Automatic Right-Sizing Troubleshooting

Cloud service provider relevance: EKS, AKS, and GKE.

VPA not reporting message appears at the top of the right-sizing page

vpa-not-reporting

This message typically indicates that the VPA updater and admission controller pods are not reporting their health status. Ocean depends on these components to inject right-sizing recommendations when pods launch. If they fail, workloads cannot be optimized, and any workload with an attached rule will move to Limited status.

The impact includes:

  • No new rules can be attached.
  • Existing rules cannot be applied to the recommendations.
  • Optimization is paused until VPA health is restored.

What You Should Do

  1. Check VPA Pod Health

    • For the Spot Ocean VPA, Spot automatically checks the health of VPA pods.

    • For the Native VPA Project, health checks work only if the deployment name hasn't been changed.

    • Run kubectl get pods -n <VPA_NAMESPACE>

      Look for updater and admission-controller pods.

      If no VPA components are listed, VPA is not installed. Continue with Step 3, sub-step 2.

  2. Verify Pod Status

    • Pods should be in the Running state.

    • If any pod is in the CrashLoopBackOff or Pending state, describe the pod by running this command:

      kubectl describe pod <pod-name> -n <VPA_NAMESPACE>

      Check for errors like missing permissions or resource limits.

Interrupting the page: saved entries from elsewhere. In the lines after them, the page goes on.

"""Choosing among published curves."""

import numpy as np
import pytest

from groups.pure.coefficients import candidates
from groups.pure.published import distance_ln, published_vapour_pressure, slips_of


def test_water_comes_from_its_own_formulation() -> None:
    water = published_vapour_pressure("7732-18-5")
    assert water is not None
    assert "IAPWS" in water.citation
    assert water.critical_temperature_K == 647.096


def test_an_unknown_compound_has_none() -> None:
    assert published_vapour_pressure("0-00-0") is None


@pytest.mark.parametrize("T", [260.0, 300.0, 350.0, 500.0])
def test_a_curve_is_taken_that_spans_the_temperature(T: float) -> None:
    for cas in ("64-17-5", "71-43-2", "62-53-3", "67-66-3"):
        if any(c.range_K[0] <= T <= c.range_K[1] for c in candidates(cas)):
            curve = published_vapour_pressure(cas, (T, T))
            assert curve is not None and not curve.extrapolated(T)


def test_far_from_every_range_the_nearest_is_taken() -> None:
    curve = published_vapour_pressure("64-17-5", (2000.0, 2001.0))
    assert curve is not None
    assert curve.range_K[1] == max(c.range_K[1] for c in candidates("64-17-5"))


def test_pyridine_is_spared_the_slip_of_one_collection() -> None:
    # That curve gives 311 kPa at the boiling point of 388.4 K (CRC Handbook, from memory).
    slip = slips_of("110-86-1")["landolt-antoine"]
    assert slip.rejected and slip.disagreement_ln > 1.0
    curve = published_vapour_pressure("110-86-1")
    assert curve is not None
    assert curve.boiling_temperature(101.325) == pytest.approx(388.4, abs=0.5)
    assert slip.reason in curve.notes


def test_a_rejected_curve_is_not_used_even_where_it_stands_alone() -> None:
    alone = [
        cas
        for cas in ("75-89-8", "542-10-9", "355-25-9")
        if len(candidates(cas)) == 1 and slips_of(cas)["landolt-antoine"].rejected
    ]
    assert alone
    assert all(published_vapour_pressure(cas) is None for cas in alone)


def test_disagreement_of_the_collections_widens_the_uncertainty() -> None:
    # Ethylene glycol: two Wagner equations differ by several per cent.
    curve = published_vapour_pressure("107-21-1")
    offered = candidates("107-21-1")
    assert curve is not None
    largest = max(d for c in offered[1:] if (d := distance_ln(offered[0], c)) is not None)
    assert curve.uncertainty_ln >= min(largest / np.sqrt(2.0), 0.1) * 0.99 > 0.014


def test_distance_is_symmetric_and_zero_to_itself() -> None:
    a, b = candidates("64-17-5")[:2]
    assert distance_ln(a, a) == 0.0
    assert distance_ln(a, b) == pytest.approx(distance_ln(b, a), rel=1e-12)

  3. Restart or Redeploy VPA

    1. If pods are unhealthy, restart the deployment with this command:

      kubectl rollout restart deployment <deployment-name> -n <VPA_NAMESPACE>

    2. If VPA is missing:

      • VPA Missing Due to Permissions: The VPA pods may be missing because the Ocean controller was deployed with the disableAutoRightSizing parameter set to true in the Helm chart. This prevents automatic creation of VPA resources in the cluster.

        What You Should Do:

        1. Check the Helm chart parameter with this command:

          helm get values <release-name> -n <namespace>

          Look for:

          disableAutoRightSizing: true
        2. Fix the parameter:

          1. Change disableAutoRightSizing to false in your Helm values file.

          2. Redeploy the Ocean controller:

          3. Verify VPA deployment with this command:

            kubectl get deployments -n <VPA_NAMESPACE>

  4. Confirm Health

    • After fixing, verify that all VPA pods are running and metrics are flowing. Run this command:

      kubectl logs <recommender-pod> -n <VPA_NAMESPACE>

      Look for resource recommendation logs.

Security Group Not Correctly Configured

In this case, your pod may not be launched according to the values defined in the VPA.

To avoid this issue, ensure that the inbound rule for your node group's security group allows traffic on TCP port 443, which is used by the Spot webhook listener. This enables smooth communication between the Kubernetes API server and the webhook. Also, configure TCP port 8000 for internal health checks and metrics endpoints, which are required for webhook readiness.

See Create a security group for your Amazon EC2 instance - Amazon Elastic Compute Cloud.